Guys. New to the forums since I just picked up a beautiful 1965 Lemans. Pretty clean with no rust!

Previous owner swapped in a 350 SBC motor with MSD distributor and ignition and a B&M mini blower. I plan on installing the MSD Atomic kit soon to improve drivability.

It has ab3 speed auto tranny in it (TH350 maybe?) and it's boring as shit to drive. ? I'm looking to swap in a 4 speed or 5 speed, if possible. 

Tremec T56's are readily available around here. Pedal assembly is easy to find. The bell housing, crossmember,flywheel, driveshaft, clutch and pressure plate can come from American Powertrain, since they sound like they can provide those easily. 
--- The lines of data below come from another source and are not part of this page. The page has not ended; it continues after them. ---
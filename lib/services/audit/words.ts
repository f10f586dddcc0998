import type { TrailRow } from '@/db/queries/trail';

const text = (value: unknown): string => (typeof value === 'string' ? value : typeof value === 'number' ? String(value) : '');

type Says = (detail: Record<string, unknown>, subject: string | null) => string;

/** What was done, as a sentence without its first word: who did it stands before it. */
const SAYS: Record<string, Says> = {
  'member.role-changed': (d, who) => `made ${who ?? 'a member'} ${text(d.to)}, before ${text(d.from)}`,
  'member.removed': (d, who) => `took ${who ?? (text(d.name) || 'a member')} out of the cellar`,
  'member.left': () => 'left the cellar',
  'member.joined': (d) => `joined as ${text(d.role)}, invited at ${text(d.invited)}`,
  'invitation.sent': (d) => `invited ${text(d.email)} as ${text(d.role)}`,
  'invitation.revoked': (d) => `took back the invitation of ${text(d.email)}`,
  'cellar.created': () => 'made the cellar',
  'cellar.updated': () => 'changed the cellar’s name or clock',
  'cellar.handed-over': () => 'handed the cellar over',
  'cellar.deleted': (d) => `deleted the cellar ${text(d.name)}`,
  'token.made': (d) => `made the token ${text(d.name)} (…${text(d.last_four)}) as ${text(d.role)}`,
  'token.revoked': (d) => `revoked the token ${text(d.name)} (…${text(d.last_four)})`,
  'share.created': (d) => `made a share link, open ${text(d.days)} days`,
  'share.revoked': () => 'revoked a share link',
  'calendar.made': () => 'made an own calendar address',
  'calendar.ended': () => 'took the calendar address back',
  'sign-in.opened': () => 'signed in',
  'sign-in.refused': (_, subject) => (subject === 'code' ? 'a wrong code' : 'a wrong passphrase'),
  'sign-in.ended': () => 'ended a sign-in',
  'sign-in.ended-all': () => 'signed out everywhere',
  'sign-in-link.asked': () => 'a link to sign in was asked for',
  'password-link.asked': () => 'a link for a new passphrase was asked for',
  'passphrase.changed': () => 'changed the passphrase',
  'passphrase.reset': () => 'chose a new passphrase by a mailed link',
  'mail-address.asked': () => 'asked for another mail address',
  'mail-address.kept': () => 'took back the change of address',
  'mail-address.changed': () => 'changed the mail address',
  'second-factor.on': () => 'turned the second factor on',
  'second-factor.off': () => 'took the second factor off',
  'recovery-codes.renewed': () => 'made new recovery codes',
  'account.made': () => 'made the account',
  'person.updated': () => 'changed the profile',
  'lot.bottled-against-a-stop': () => 'bottled against a stop',
  'lot.moved-against-a-stop': () => 'moved bottles against a stop',
};

/** For all else the action's own name does: `batch.topped_up` reads “batch topped up”. */
export function says(row: Pick<TrailRow, 'action' | 'detail' | 'subject'>, names: ReadonlyMap<string, string>): string {
  const known = SAYS[row.action];
  if (known) return known(row.detail, row.action.startsWith('member.') ? (names.get(row.subject) ?? null) : row.subject);
  const name = text(row.detail.name) || text(row.detail.title);
  return `${row.action.replace(/[._-]/g, ' ')}${name ? `: ${name}` : ''}`;
}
My question is, has anyone done this? Some threads I've read suggested floorpan/ sheetmetal work is required. I really DON'T want to get into any sheetmetal work. I want a bolt-in installation. 

Any other comments or suggestions are welcomed. 

Thanks in advance!


----------



## Pinion head (Jan 3, 2015)

A Tremec swap will require tunnel modications. Doug Nash/ Richmond 5 speed can be installed w/o extensive tunnel mods. As the '65 has a SBC in it, an affordable bell housing, z bar, frametab, & pedals oughtto be avail locally. All will be same as early Malibu/Chevelle/Elco.. Your choice will basically be 10 1/2" clutch, flywheel, & matching bell housing or 11" clutch, flywheel, & bell housing. I'd prob go with the latter, so if any later engine upgrades, will already have an 11" clutch.


----------



## 1fasdzl (Sep 6, 2017)

Pinion Head- thanks for the info. I didn't think about the Richmond 5 speed. Funny, they are much harder to find used and they are significantly more than the Tremec's, thatbare around $1000 lightly used. 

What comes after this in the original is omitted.